Thermal performance analysis of compact-type simulative battery module with paraffin as phase-change material and flat plate heat pipe

• Published in: International journal of heat and mass transfer Vol. 173; p. 121269
• Main Authors: Abbas, Saleem, Ramadan, Zaher, Park, Chan Woo
• Format: Journal Article
• Language: English
• Published: Oxford Elsevier Ltd 01.07.2021; Elsevier BV
• Subjects: Battery thermal management system; Computational fluid dynamics; Electric vehicles; Flat plates; Heat; Heat generation; Heat pipe; Heat pipes; Inlet temperature; Liquid cooling; Lithium; Lithium-ion batteries; Lithium-ion battery; Management systems; Modules; Operating temperature; Paraffins; Phase change materials; Phase-change material; Product safety; Rechargeable batteries; Temperature gradients; Thermal management; Thermal stability; Water; Lithium-ion battery; Phase-change material; Heat pipe; Battery thermal management system
• ISSN: 0017-9310; 1879-2189
• DOI: 10.1016/j.ijheatmasstransfer.2021.121269

•Compact type battery thermal management system has been developed using phase change material and flat plate heat pipes with water cooling.•Maximum temperature and uniformity has been maintained for continuous operation for attached heat pipe (AHP) configuration.•Higher inlet water temperature has improved the temperature uniformity within module.•Numerical modeling of the proposed system has been performed for experimental validation. The thermal management of lithium-ion batteries is crucial for electric vehicles because of the optimum operating temperature and safety issues. Herein, we propose two types of compact battery thermal management systems (BTMS), which utilize a phase-change material (PCM), i.e., paraffin and flat plate heat pipes with liquid water cooling. The configurations are classified using the heat pipe installation method as the detached heat pipe (DHP) mode and attached heat pipe (AHP) mode. The thermal performance of the proposed BTMSs is characterized experimentally, and it is verified that the proposed AHP installation mode successfully managed the thermally stable operating conditions of the BTMSs. PCM melting is predicted using computational fluid dynamics and verified via experimental visualization.
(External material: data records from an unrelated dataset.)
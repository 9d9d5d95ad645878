import { askForEmail } from "#src/server/account.ts";
import { route } from "#src/server/route.ts";
import { EmailChange } from "#src/shapes/account.ts";

/** Sends a letter to an address one wants to change to; it is taken once it is confirmed. */
export const POST = route({
  may: "in-person",
  input: EmailChange,
  status: 202,
  run: async ({ input, ...given }) => {
    await askForEmail(given, input.email, input.password);
    return {};
  },
});
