import type { ReactNode } from "react";

export type QuestionProps = {
  question: string /** The answer; deciding figures in `<b>`. */;
  children: ReactNode;
  actions?: ReactNode;
};

/** The head of a page, as `Question.astro`, for answers that change while one works. */
export function Question({ question, children, actions }: QuestionProps) {
  return (
    <div className="mb-8 flex flex-wrap items-end justify-between gap-x-8 gap-y-4">
      <div className="min-w-0">
        {/* As the script of the document layout leaves it, which runs before the page is brought to life. */}
        <h1 tabIndex={-1} className="type-h1">
          {question}
        </h1>
        <p className="type-answer mt-1.5">{children}</p>
      </div>
      {actions && <div className="flex flex-wrap gap-3 print:hidden">{actions}</div>}
    </div>
  );
}
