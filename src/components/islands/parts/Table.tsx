import type { ReactNode } from "react";
import {
  CELL,
  HEAD_CELL,
  HEAD_ROW,
  NUMBER,
  type RowHeight,
  rowLook,
  TABLE,
  TOTAL_ROW,
} from "#src/components/table-look.ts";

export type Column<Row> = {
  key: string;
  head: ReactNode;
  cell: (row: Row) => ReactNode;
  /** Numbers stand right. */
  number?: boolean;
  /** The cell names its row: the first column, usually. */
  names?: boolean;
  /** Below its line in the total row. */
  total?: ReactNode;
  /** A final result: double rule under the total. */
  result?: boolean;
  /** Dropped on a phone. */
  wide?: boolean;
  className?: string;
};

export type TableProps<Row> = {
  /** What the table shows, heard before it: "Runs worth a look". */
  caption: string;
  columns: readonly Column<Row>[];
  rows: readonly Row[];
  keyOf: (row: Row) => string;
  chosen?: (row: Row) => boolean;
  height?: RowHeight;
  /** May be wider than a phone: scrolls sideways with its first column held. */
  scrolls?: boolean;
};

/** A ruled table. For editing in cells take the grid; this one is for reading. */
export function Table<Row>({ caption, columns, rows, keyOf, chosen, height, scrolls }: TableProps<Row>) {
  const table = (
    <table className={TABLE}>
      <caption className="heard-only">{caption}</caption>
      <thead>
        <tr className={HEAD_ROW}>
          {columns.map((column) => (
            <th key={column.key} scope="col" className={`${HEAD_CELL} ${alignment(column)}`}>
              {column.head}
            </th>
          ))}
        </tr>
      </thead>
      <tbody>
        {rows.map((row) => (
          <tr
            key={keyOf(row)}
            data-chosen={chosen?.(row) || undefined}
            className={rowLook(height, chosen?.(row))}
          >
            {columns.map((column) => (
              <BodyCell key={column.key} column={column} row={row} held={scrolls} />
            ))}
          </tr>
        ))}
      </tbody>
      {columns.some((column) => column.total !== undefined) && <TotalRow columns={columns} />}
    </table>
  );
  if (!scrolls) return table;
  return (
    // biome-ignore lint/a11y/noNoninteractiveTabindex: a region that scrolls must be reachable by keyboard.
    <section tabIndex={0} aria-label={caption} className="overflow-x-auto">
      {table}
    </section>
  );
}

function alignment<Row>(column: Column<Row>): string {
  return `${column.number ? "text-right" : "text-left"} ${column.wide ? "max-tablet:hidden" : ""} ${column.className ?? ""}`;
}

function BodyCell<Row>({ column, row, held }: { column: Column<Row>; row: Row; held?: boolean }) {
  const look = `${CELL} ${column.number ? NUMBER : ""} ${alignment(column)}`;
  if (!column.names) return <td className={look}>{column.cell(row)}</td>;
  return (
    <th scope="row" className={`${look} font-normal ${held ? "sticky left-0 bg-paper" : ""}`}>
      {column.cell(row)}
    </th>
  );
}

function TotalRow<Row>({ columns }: { columns: readonly Column<Row>[] }) {
  return (
    <tfoot>
      <tr className={TOTAL_ROW}>
        {columns.map((column) => (
          <td key={column.key} className={`${CELL} ${column.number ? NUMBER : ""} ${alignment(column)}`}>
            {column.result ? (
              <span className="rule-result inline-block pb-0.5 pl-4">{column.total}</span>
            ) : (
              column.total
            )}
          </td>
        ))}
      </tr>
    </tfoot>
  );
}
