import { useEffect, useId, useRef, useState } from "react";
import { type Paper, paperAsText } from "#src/components/working-paper.ts";
import { Button } from "./Button.tsx";
import { focusToReturn, holdFocus } from "./held-focus.ts";
import { BusyIcon } from "./Icons.tsx";
import { usePhone } from "./phone.ts";
import { WorkingPaper } from "./WorkingPaper.tsx";

export type WorkingPanelProps = {
  /** Null while it is being worked out. */
  paper: Paper | null;
  onClose: () => void;
  id?: string;
};

/**
 * The arithmetic of a figure on squared paper. On the desktop it stands at the right below the tally and the page stays
 * usable; on a phone it is a modal sheet. Mount it while a figure is open: focus comes here and goes back when it is
 * closed by its button or Escape.
 */
export function WorkingPanel({ paper, onClose, id }: WorkingPanelProps) {
  const titleId = useId();
  const box = useRef<HTMLDialogElement>(null);
  const heading = useRef<HTMLHeadingElement>(null);
  const phone = usePhone();
  const top = useTallyFoot();

  useEffect(() => {
    const dialog = box.current;
    if (!dialog) return;
    const giveBack = focusToReturn();
    if (phone) dialog.showModal();
    else dialog.show();
    heading.current?.focus({ preventScroll: true });
    return () => {
      dialog.close();
      giveBack();
    };
  }, [phone]);
  useEscape(onClose);

  return (
    <dialog
      ref={box}
      id={id}
      data-working
      aria-labelledby={titleId}
      onCancel={(cancel) => cancel.preventDefault()}
      onKeyDown={phone ? holdFocus : undefined}
      style={phone ? undefined : { top }}
      className="fixed inset-x-0 top-[60px] bottom-0 z-30 m-0 hidden h-auto max-h-none w-full max-w-none animate-panel flex-col border-t-2 border-ink bg-paper text-ink open:flex tablet:right-0 tablet:left-auto tablet:w-[min(588px,100vw)] tablet:border-t-0 tablet:border-l-2"
    >
      <div className="rule-section flex items-start justify-between gap-4 border-t-0! border-b-2! border-ink px-6 py-3 max-tablet:px-4">
        <div>
          <h2 id={titleId} ref={heading} tabIndex={-1} className="type-h2 outline-none">
            The working
          </h2>
          <p className="type-note text-ink-2">{paper?.of ?? "Working out"}</p>
        </div>
        <Button size="small" onClick={onClose} data-screen-only>
          Close
        </Button>
      </div>
      {paper === null ? <WorkingOut /> : <WorkingPaper paper={paper} />}
      {paper && <WorkingFoot paper={paper} />}
    </dialog>
  );
}

function WorkingOut() {
  return (
    <p role="status" className="squared-paper flex grow items-start gap-2 p-7">
      <BusyIcon /> Working out
    </p>
  );
}

function WorkingFoot({ paper }: { paper: Paper }) {
  const [copied, setCopied] = useState(false);
  async function copy() {
    await navigator.clipboard.writeText(paperAsText(paper));
    setCopied(true);
  }
  return (
    <div className="flex flex-wrap items-center justify-between gap-3 border-t border-ink px-6 py-3 max-tablet:px-4">
      <p className="type-label text-ink-2">{paper.foot}</p>
      <div className="flex gap-3" data-screen-only>
        <Button size="small" onClick={copy}>
          {copied ? "Copied" : "Copy as text"}
        </Button>
        <Button size="small" onClick={printWorking}>
          Print
        </Button>
      </div>
    </div>
  );
}

/** Prints the open working alone: `data-printing` hides the rest of the page. */
function printWorking(): void {
  const root = document.documentElement;
  root.dataset.printing = "working";
  addEventListener("afterprint", () => delete root.dataset.printing, { once: true });
  print();
}

/** The lower edge of the tally in the window, so that the panel begins below it wherever the page is scrolled. */
function useTallyFoot(): number {
  const [top, setTop] = useState(0);
  useEffect(() => {
    const tally = document.querySelector("[data-tally]");
    if (!tally) return;
    const measure = () => setTop(Math.max(0, Math.round(tally.getBoundingClientRect().bottom)));
    measure();
    addEventListener("scroll", measure, { passive: true });
    addEventListener("resize", measure);
    const sized = new ResizeObserver(measure);
    sized.observe(tally);
    return () => {
      removeEventListener("scroll", measure);
      removeEventListener("resize", measure);
      sized.disconnect();
    };
  }, []);
  return top;
}

/** Escape closes from anywhere on the page, unless something nearer took it. */
function useEscape(close: () => void): void {
  const latest = useRef(close);
  latest.current = close;
  useEffect(() => {
    const onKey = (press: globalThis.KeyboardEvent) => {
      if (press.key === "Escape" && !press.defaultPrevented) latest.current();
    };
    addEventListener("keydown", onKey);
    return () => removeEventListener("keydown", onKey);
  }, []);
}
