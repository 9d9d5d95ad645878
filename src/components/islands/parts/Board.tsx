import { type BoardPicture, boardInWords, PX_PER_MM } from "#src/components/board-picture.ts";

/** A board as a drawing of its own, at 2.05 px to the millimetre; null is a dashed frame that says so. */
export function Board({ board }: { board: BoardPicture | null }) {
  if (board === null)
    return (
      <span className="type-ruler inline-flex h-[62px] w-[82px] items-center justify-center rounded-control border-[1.5px] border-dashed border-rule-2 text-ink-2">
        not drawn
      </span>
    );
  const { widthMm, heightMm } = board;
  return (
    <svg
      role="img"
      aria-label={`Board, ${boardInWords(board)}`}
      data-real-object
      viewBox={`-0.5 -0.5 ${widthMm + 1} ${heightMm + 1}`}
      width={(widthMm + 1) * PX_PER_MM}
      height={(heightMm + 1) * PX_PER_MM}
      className="block max-w-full"
    >
      <BoardShape board={board} />
    </svg>
  );
}

/** The board as part of a larger drawing in millimetres, at its upper left corner. */
export function BoardShape({ board }: { board: BoardPicture }) {
  const { shape, widthMm, heightMm, marks = {} } = board;
  const outline = { strokeWidth: 0.35, className: "fill-mask stroke-edge" };
  return (
    <g>
      {marks.outline ? (
        <path d={marks.outline} {...outline} />
      ) : shape === "round" ? (
        <ellipse cx={widthMm / 2} cy={heightMm / 2} rx={widthMm / 2} ry={heightMm / 2} {...outline} />
      ) : (
        <rect width={widthMm} height={heightMm} rx={Math.min(4, widthMm / 8, heightMm / 8)} {...outline} />
      )}
      {marks.copper && (
        <path
          d={marks.copper}
          fill="none"
          strokeWidth={1.1}
          strokeLinecap="square"
          className="stroke-copper-metal"
        />
      )}
      {marks.silk && <path d={marks.silk} fill="none" strokeWidth={0.25} className="stroke-silk" />}
      {marks.holes?.map(([x, y, across]) => (
        <circle
          key={`${x},${y}`}
          cx={x}
          cy={y}
          r={across * 0.38}
          strokeWidth={across * 0.24}
          className="fill-paper stroke-copper-metal"
        />
      ))}
      {marks.pads?.map(([x, y]) => (
        <circle
          key={`${x},${y}`}
          cx={x}
          cy={y}
          r={0.62}
          strokeWidth={0.5}
          className="fill-paper stroke-copper-metal"
        />
      ))}
    </g>
  );
}

/** Fifty millimetres with a tick at each ten, and what it is for. */
export function ScaleBar({ words = "50\u00a0mm. All boards at one scale." }: { words?: string }) {
  const width = 50 * PX_PER_MM;
  return (
    <p className="type-note flex items-center gap-3 text-ink-2">
      <svg
        width={width + 2}
        height={10}
        viewBox={`-1 0 ${width + 2} 10`}
        aria-hidden="true"
        focusable="false"
      >
        <path d={`M0 5H${width}`} strokeWidth={1.5} className="stroke-ink" />
        {[0, 1, 2, 3, 4, 5].map((ten) => (
          <path
            key={ten}
            d={`M${ten * 10 * PX_PER_MM} ${ten % 5 === 0 ? 0 : 3}V${ten % 5 === 0 ? 10 : 7}`}
            strokeWidth={1.5}
            className="stroke-ink"
          />
        ))}
      </svg>
      {words}
    </p>
  );
}
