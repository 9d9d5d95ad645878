import { type MouseEvent, type PointerEvent, useEffect, useRef } from "react";

/** Holding a key repeats after 400 ms, 8 times a second. */
export const HOLD_MS = 400;
export const REPEAT_MS = 125;

/**
 * Handlers for a key that repeats while it is held. `step` runs at once and again until it answers false (the end is
 * reached) or the key is let go. A press of Enter or the space bar is one step.
 */
export function useHoldRepeat(step: () => boolean) {
  const timer = useRef<ReturnType<typeof setTimeout>>(undefined);
  const latest = useRef(step);
  latest.current = step;

  function stop() {
    clearTimeout(timer.current);
    timer.current = undefined;
  }

  function repeat(wait: number) {
    timer.current = setTimeout(() => {
      if (latest.current()) repeat(REPEAT_MS);
    }, wait);
  }

  useEffect(() => () => clearTimeout(timer.current), []);

  return {
    onPointerDown(press: PointerEvent) {
      if (press.button !== 0) return;
      stop();
      if (latest.current()) repeat(HOLD_MS);
    },
    onPointerUp: stop,
    onPointerLeave: stop,
    onPointerCancel: stop,
    onBlur: stop,
    /** `detail` 0: the click came from the keyboard or a screen reader, with no pointer before it. */
    onClick(press: MouseEvent) {
      if (press.detail === 0) latest.current();
    },
  };
}
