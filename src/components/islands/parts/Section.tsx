import type { ReactNode } from "react";
import { SECTION, SECTION_ASIDE, SECTION_HEAD } from "#src/components/page-look.ts";

export type SectionProps = {
  title: ReactNode;
  aside?: ReactNode;
  actions?: ReactNode;
  id?: string;
  children: ReactNode;
};

/** A part of a page, as `Section.astro`: a line of ink, its name, words beside it, actions at the right. */
export function Section({ title, aside, actions, id, children }: SectionProps) {
  return (
    <section id={id} className={SECTION}>
      <div className={SECTION_HEAD}>
        <h2 className="type-h2">
          {title}
          {aside && <span className={`${SECTION_ASIDE} font-normal tracking-normal`}>{aside}</span>}
        </h2>
        {actions}
      </div>
      {children}
    </section>
  );
}
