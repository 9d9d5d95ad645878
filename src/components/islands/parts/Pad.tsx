import type { StopState } from "#src/components/trail-states.ts";

export type PadProps = { state: StopState["kind"]; here?: boolean; number?: number; className?: string };

/**
 * A pad of the trail. Copper ring with solder: done. Copper ring, empty: to settle. Thin ring: not started. A square
 * pad with a hole: you are here.
 */
export function Pad({ state, here, number, className = "size-[30px]" }: PadProps) {
  return (
    <svg viewBox="0 0 30 30" className={`block ${className}`} aria-hidden="true" focusable="false">
      <PadShape state={state} here={here} />
      {number !== undefined && (
        <text
          x={15}
          y={20.2}
          textAnchor="middle"
          className={`text-[15px] font-bold ${state === "done" && !here ? "fill-on-solder" : "fill-ink"}`}
        >
          {number}
        </text>
      )}
    </svg>
  );
}

function PadShape({ state, here }: { state: PadProps["state"]; here?: boolean }) {
  if (here)
    return (
      <>
        <rect x={1} y={1} width={28} height={28} className="fill-petrol" />
        <circle cx={15} cy={15} r={10} className="fill-paper" />
      </>
    );
  if (state === "not-started")
    return <circle cx={15} cy={15} r={12} strokeWidth={2} className="fill-paper stroke-rule-2" />;
  return (
    <circle
      cx={15}
      cy={15}
      r={12.4}
      strokeWidth={4.5}
      className={`stroke-copper-metal ${state === "done" ? "fill-solder" : "fill-paper"}`}
    />
  );
}
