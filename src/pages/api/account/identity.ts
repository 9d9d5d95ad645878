import { identityProvider } from "#src/server/identity-provider.ts";
import { beginIdentity } from "#src/server/identity-sign-in.ts";
import { makeSure } from "#src/server/make-sure.ts";
import { route } from "#src/server/route.ts";
import { removeIdentities } from "#src/server/store/identity.ts";
import { MadeSure } from "#src/shapes/account.ts";

/** Begins to connect the outside identity provider to one's account: the reply says where to go. */
export const POST = route({
  may: "in-person",
  input: MadeSure,
  run: async ({ input, ...given }) => {
    await makeSure(given, input.password);
    return beginIdentity(given, { connect: given.user.id });
  },
});

/** Ends the connection. A link by email still opens the account. */
export const DELETE = route({
  may: "in-person",
  run: ({ db, user }) => removeIdentities(db, user.id, identityProvider().issuer),
});
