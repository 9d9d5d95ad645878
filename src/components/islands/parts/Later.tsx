import { useEffect, useState } from "react";
import { Loading } from "./Loading.tsx";
import type { LaterPart } from "./later-part.ts";
import { showToast } from "./toasts.ts";

export interface LaterProps<Props> {
  part: LaterPart<Props>;
  /** Its properties. */
  give: Props;
  /** What is fetched: "The working". */
  what: string;
  rows?: number;
  /** Classes of the box around the loading state, where the part will lie over the page. */
  frame?: string;
}

/** A part that is fetched on first use. Until it is there: nothing for 300 ms, then the loading state. */
export function Later<Props extends object>({ part, give, what, rows = 4, frame }: LaterProps<Props>) {
  const [isThere, setThere] = useState(part.now() !== null);
  useEffect(() => {
    if (isThere) return;
    part.fetch().then(
      () => setThere(true),
      () =>
        showToast({ kind: "fault", text: `${what} could not be fetched. Try again when you are connected.` }),
    );
  }, [isThere, part, what]);
  const Part = part.now();
  return Part ? <Part {...give} /> : <Loading what={what} rows={rows} frame={frame} />;
}
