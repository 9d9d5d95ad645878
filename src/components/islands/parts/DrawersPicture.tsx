import { RunBands } from "./Bands.tsx";

/** Nine drawers with the run's bands above them: shown where a kit has no parts yet. */
export function DrawersPicture({ kits }: { kits: number }) {
  return (
    <div className="flex shrink-0 flex-col items-center gap-4 self-start tablet:self-center">
      <RunBands kits={kits} width={92} />
      <svg width={176} height={92} viewBox="0 0 176 92" aria-hidden="true" focusable="false">
        {[0, 1, 2].flatMap((row) =>
          [0, 1, 2].map((column) => (
            <g key={`${row}${column}`} transform={`translate(${1 + column * 58} ${1 + row * 30})`}>
              <rect width={58} height={30} strokeWidth={2} className="fill-paper stroke-ink" />
              <rect
                x={11.5}
                y={7.5}
                width={36}
                height={11}
                strokeWidth={1.5}
                className="fill-sheet stroke-ink"
              />
              <circle cx={29.5} cy={25} r={2.2} className="fill-copper-metal" />
            </g>
          )),
        )}
      </svg>
    </div>
  );
}
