/** The mark: a copper ring, a gap, a tin ring with a hole. */
export function Logo({ className = "size-[31px]" }: { className?: string }) {
  return (
    <svg viewBox="0 0 32 32" className={`block shrink-0 ${className}`} aria-hidden="true" focusable="false">
      <LogoRings />
    </svg>
  );
}

/** The two rings in a box of 32, for use inside another drawing. */
export function LogoRings() {
  return (
    <>
      <path
        fillRule="evenodd"
        className="fill-copper-metal"
        d="M16 1a15 15 0 1 0 0 30a15 15 0 1 0 0-30ZM16 8.2a7.8 7.8 0 1 1 0 15.6a7.8 7.8 0 1 1 0-15.6Z"
      />
      <path
        fillRule="evenodd"
        className="fill-logo-tin"
        d="M16 9.6a6.4 6.4 0 1 0 0 12.8a6.4 6.4 0 1 0 0-12.8ZM16 13.3a2.7 2.7 0 1 1 0 5.4a2.7 2.7 0 1 1 0-5.4Z"
      />
    </>
  );
}

/** Mark and name. `large` on the sign-in page. */
export function Wordmark({ large }: { large?: boolean }) {
  return (
    <span
      className={`flex items-center leading-none font-bold tracking-[-0.012em] text-ink ${large ? "gap-4 text-[1.875rem]" : "gap-2.5 text-[1.25rem]"}`}
    >
      <Logo className={large ? "size-[45px]" : "size-[30px]"} />
      Tinpenny
    </span>
  );
}
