import { ownSessions } from "#src/server/account.ts";
import { route } from "#src/server/route.ts";
import { endSessionsOf } from "#src/server/store/session.ts";

/** One's own sign-ins. */
export const GET = route({
  may: "in-person",
  run: ({ db, user, session, now }) => ownSessions(db, user, session, now),
});

/** Ends every other sign-in of the person. */
export const DELETE = route({
  may: "in-person",
  run: ({ db, user, session }) => endSessionsOf(db, user.id, session.tokenHash),
});
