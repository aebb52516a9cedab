import { describe, expect, it } from 'vitest';
import { blur } from '../../../src/grid/sources/fieldError.js';
import { gridBySources } from '../../../src/grid/sources/gridBySources.js';
import { layerDepthM } from '../../../src/grid/sources/layerDepth.js';
import { lineNoise } from '../../../src/grid/sources/lineNoise.js';
import { Random } from '../../../src/numerics/random.js';
import { madeSurvey } from '../support/madeSurvey.js';

const survey = madeSurvey({ seed: 77, spacingM: 10, depthM: 6, noiseNT: 0.5 });
const samples = { x: survey.x, y: survey.y, value: survey.value };
const frame = { width: 50, height: 50, west: -50, north: 50, cellM: 2 };
const options = { spacingM: 10, noiseNT: 0.5, error: true };
const plain = gridBySources(samples, frame, options);

describe('gridBySources', () => {
  it('follows scale, level and place of the data, the error with it', () => {
    const moved = gridBySources(
      { x: survey.x.map((x) => x + 1_000), y: survey.y.map((y) => y - 400), value: survey.value.map((v) => 700 - 20 * v) },
      { ...frame, west: frame.west + 1_000, north: frame.north - 400 }, { ...options, noiseNT: 10 },
    );
    expect(moved.depthM).toBe(plain.depthM);
    for (let k = 0; k < plain.values.length; k++) {
      expect(Math.abs(moved.values[k]! - (700 - 20 * plain.values[k]!))).toBeLessThan(0.05);
      if (Number.isNaN(plain.error![k]!)) expect(moved.error![k]).toBeNaN();
      else expect(moved.error![k]! / plain.error![k]!).toBeCloseTo(20, 1);
    }
  });

  it('shows no seam: windows laid elsewhere change it by less than it is wrong', () => {
    // Two columns and a row more to the north-west move all blocks.
    const other = gridBySources(samples, { ...frame, width: 52, height: 51, west: frame.west - 4, north: frame.north + 2 }, { ...options, depthM: plain.depthM });
    let squares = 0;
    let wrong = 0;
    for (let j = 0; j < 50; j++) {
      for (let i = 0; i < 50; i++) {
        const value = plain.values[j * 50 + i]!;
        squares += (value - other.values[(j + 1) * 52 + i + 2]!) ** 2;
        wrong += (value - survey.field(frame.west + 2 * i + 1, frame.north - 2 * j - 1)) ** 2;
      }
    }
    expect(Math.sqrt(squares / wrong)).toBeLessThan(0.25);
  });

  it('fills what is wanted and nothing else', () => {
    const wanted = Uint8Array.from({ length: 2_500 }, (_, k) => (k % 3 === 0 ? 1 : 0));
    const some = gridBySources(samples, frame, { ...options, wanted });
    some.values.forEach((value, k) => {
      if (wanted[k] === 1) expect(value).toBeCloseTo(plain.values[k]!, 3);
      else expect(value).toBeNaN();
    });
  });

  it('does not know the field in the middle of lines far apart', () => {
    const lines = { x: [] as number[], y: [] as number[], value: [] as number[] };
    for (const x of [-20, 20]) {
      for (let y = -48; y <= 48; y++) {
        lines.x.push(x);
        lines.y.push(y);
        lines.value.push(survey.field(x, y));
      }
    }
    const { error } = gridBySources(lines, frame, { spacingM: 40, noiseNT: 0.5, depthM: 6, error: true });
    for (let j = 10; j < 40; j++) {
      expect(error![j * 50 + 25]).toBeNaN();
      expect(error![j * 50 + 15]).toBeGreaterThan(0);
    }
  });
});

describe('layerDepthM', () => {
  it.each([4, 8, 16])('finds poles and dipoles %d m down, within half their depth', (depthM) => {
    const made = madeSurvey({ seed: 5, spacingM: 10, depthM, noiseNT: 0.2 });
    const found = layerDepthM(made, { spacingM: 10, noiseNT: 0.2 });
    expect(found).toBeGreaterThan(depthM / 1.5);
    expect(found).toBeLessThan(depthM * 1.5);
  });

  it('keeps the layer below the lowest sensor', () => {
    const made = madeSurvey({ seed: 5, spacingM: 10, depthM: 4, noiseNT: 0.2 });
    const up = made.up.map((_, n) => (n % 50 === 0 ? -6 : 0));
    expect(layerDepthM({ ...made, up }, { spacingM: 10, noiseNT: 0.2 })).toBeGreaterThan(6);
  });
});

describe('lineNoise', () => {
  const random = new Random(3);
  const noisy = Float64Array.from({ length: 20_000 }, (_, n) => 300 * Math.sin(n / 40) + 2 * random.normal() + (n % 500 === 0 ? 900 : 0));

  it('is the white noise under a smooth field with spikes', () => {
    expect(lineNoise(noisy)).toBeGreaterThan(1.9);
    expect(lineNoise(noisy)).toBeLessThan(2.1);
  });

  it('does not reach from one line to the next', () => {
    const line = Int32Array.from({ length: 20 }, (_, n) => Math.floor(n / 4));
    expect(lineNoise(noisy.slice(0, 20), line)).toBeNaN();
    expect(lineNoise(noisy.slice(0, 4))).toBeNaN();
  });
});

describe('blur', () => {
  it('is the sum of Gaussians', () => {
    const [width, height, sigma] = [23, 17, 1.7];
    const values = Float32Array.from({ length: width * height }, (_, k) => (k * 37) % 11);
    const blurred = blur(values, { width, height, sigma });
    for (const [i, j] of [[0, 0], [11, 8], [22, 3]] as const) {
      let sum = 0;
      values.forEach((value, k) => {
        const dx = (k % width) - i;
        const dy = Math.floor(k / width) - j;
        if (Math.max(Math.abs(dx), Math.abs(dy)) <= 6) sum += value * Math.exp(-(dx * dx + dy * dy) / (2 * sigma * sigma));
      });
      expect(blurred[j * width + i]).toBeCloseTo(sum, 6);
    }
  });
});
At a low heat generation rate of 2 W (544.39 W/m2), the PCM remained in the solid state. Melting occurred at higher heat generation rates of 4 and 6 W (1088.79 and 1633.18 W/m2, respectively). At the coolant inlet temperature, the module's maximum temperature decreased significantly; however, the temperature difference within the module increased, which can cause thermal imbalance in the battery module.